À cette période, ma grossesse était pathologique. Je ne pouvais plus travailler. J’avais perdu mon activité.

Je dépendais de mes parents.

Un jour, en préparant le biberon de mon fils, j’ai vu qu’il restait à peine de quoi faire.

Et là, j’ai craqué.

Pas de fatigue. Pas de stress.

De lucidité.

Le lendemain, je suis allée voir mes parents pour qu’ils achètent du lait pour mon fils.

Et ce jour-là, je me suis fait une promesse.

La dernière fois.

La dernière fois que je dépendais de quelqu’un pour subvenir aux besoins de mon enfant.

Et j’ai tenu cette promesse.

Mettre des mots sur ce que je suis vraiment

Mais la plus grande prise de conscience ne vient pas seulement de ce que j’ai fait.

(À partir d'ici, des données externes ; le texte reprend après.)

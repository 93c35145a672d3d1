import { and, eq, inArray } from 'drizzle-orm';
import { v7 as uuid } from 'uuid';
import type { Transaction } from '@/db/client';
import { reading } from '@/db/schema';

/** One reading of a file: its line, its readout, minutes since the setting. */
export type ImportedReading = {
  row: number;
  readout: string;
  minutes: number;
  value: number | null;
  state: 'value' | 'missing' | 'below limit';
};

type Of = {
  labId: string;
  runId: string;
  uploadId: string;
  byId: string;
  now: Date;
  rows: ImportedReading[];
};

/** Rows of one statement: about 700 kB, well below what a packet holds. */
const BATCH = 4000;

const keyOf = (r: Pick<ImportedReading, 'readout' | 'minutes' | 'value' | 'state'>) =>
  `${r.readout}\u0000${r.minutes}\u0000${r.value ?? r.state}`;

/** What the run has already, of the readouts that the file speaks of. */
async function knownKeys(tx: Transaction, of: Of): Promise<Set<string>> {
  const rows = await tx
    .select({
      readout: reading.readout,
      minutes: reading.minutes,
      value: reading.value,
      state: reading.state,
    })
    .from(reading)
    .where(
      and(
        eq(reading.labId, of.labId),
        eq(reading.runId, of.runId),
        inArray(reading.readout, [...new Set(of.rows.map((r) => r.readout))]),
      ),
    );
  return new Set(rows.map(keyOf));
}

/**
 * Inserts the readings that the run does not have yet. The same readout, time and value is the same
 * reading, so that a longer copy of a file adds only what is new.
 */
export async function insertReadings(
  tx: Transaction,
  of: Of,
): Promise<{ kept: number; known: number }> {
  const known = await knownKeys(tx, of);
  const fresh = known.size > 0 ? of.rows.filter((r) => !known.has(keyOf(r))) : of.rows;
  for (let i = 0; i < fresh.length; i += BATCH) {
    await tx.insert(reading).values(
      fresh.slice(i, i + BATCH).map((r) => ({
        id: uuid(),
        labId: of.labId,
        runId: of.runId,
        readout: r.readout,
        minutes: r.minutes,
        value: r.value,
        state: r.state,
        uploadId: of.uploadId,
        row: r.row,
        byId: of.byId,
        createdAt: of.now,
      })),
    );
  }
  return { kept: fresh.length, known: of.rows.length - fresh.length };
}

Elle vient de ce que j’entends régulièrement : «  Tu ne te vois pas. Tu ne vois pas ton potentiel. »

Et aujourd’hui ça m’a percutée.

Parce que c’est vrai.

Je fais. J’avance. Je tiens.

Mais je ne célèbre pas. Je ne reconnais pas. Je minimise.

Ce que j’aime vraiment faire (et que je n’assumais pas)

Aujourd’hui, j’ai mis des mots clairs sur ce qui me fait vibrer.

Structurer. Accompagner. Transmettre.

J’aime remettre de l’ordre là où il y a du chaos. Créer du cadre là où tout est flou. Apporter de la clarté là où il y a de la confusion.

Mais surtout, j’aime accompagner l’humain.

Parce qu’un business ne peut pas évoluer si la personne derrière ne le fait pas aussi.

C’est indissociable.

Ce qui me correspond profondément, c’est le rôle de bras droit du dirigeant.

Être celle qui soutient.

Qui organise.

Qui structure.

Qui sécurise.

Celle qui permet à l’autre de se concentrer sur sa vision… pendant que moi, je transforme cette vision en réalité concrète.

Et dans tout ça, il y a un troisième pilier essentiel : la transmission.

Faire grandir. Faire monter en compétences. Rendre les autres autonomes.

Une posture qui change tout

En sortant de cette séance, quelque chose était différent.

Pas ce que je sais faire.

Pas mon parcours.

Ma posture.

Pour la première fois, je ne minimisais plus. Je ne cherchais plus à me réduire.

Et ça change tout.

Ce que je comprends aujourd’hui

Je ne suis pas juste quelqu’un qui travaille.

Je suis quelqu’un qui :

• structure

• accompagne

• développe

• et tient, même dans l’adversité

Et ça, ce n’est pas anodin.

C’est un positionnement.

Et maintenant ?

Cette prise de conscience, ce n’est pas une fin.

C’est un début.

Le début d’un repositionnement.

Le début d’une nouvelle manière de me présenter.

Le début d’un alignement entre ce que je suis… et ce que je montre.

Parce qu’au fond, le vrai problème n’a jamais été mes compétences.

C’était le regard que je portais dessus.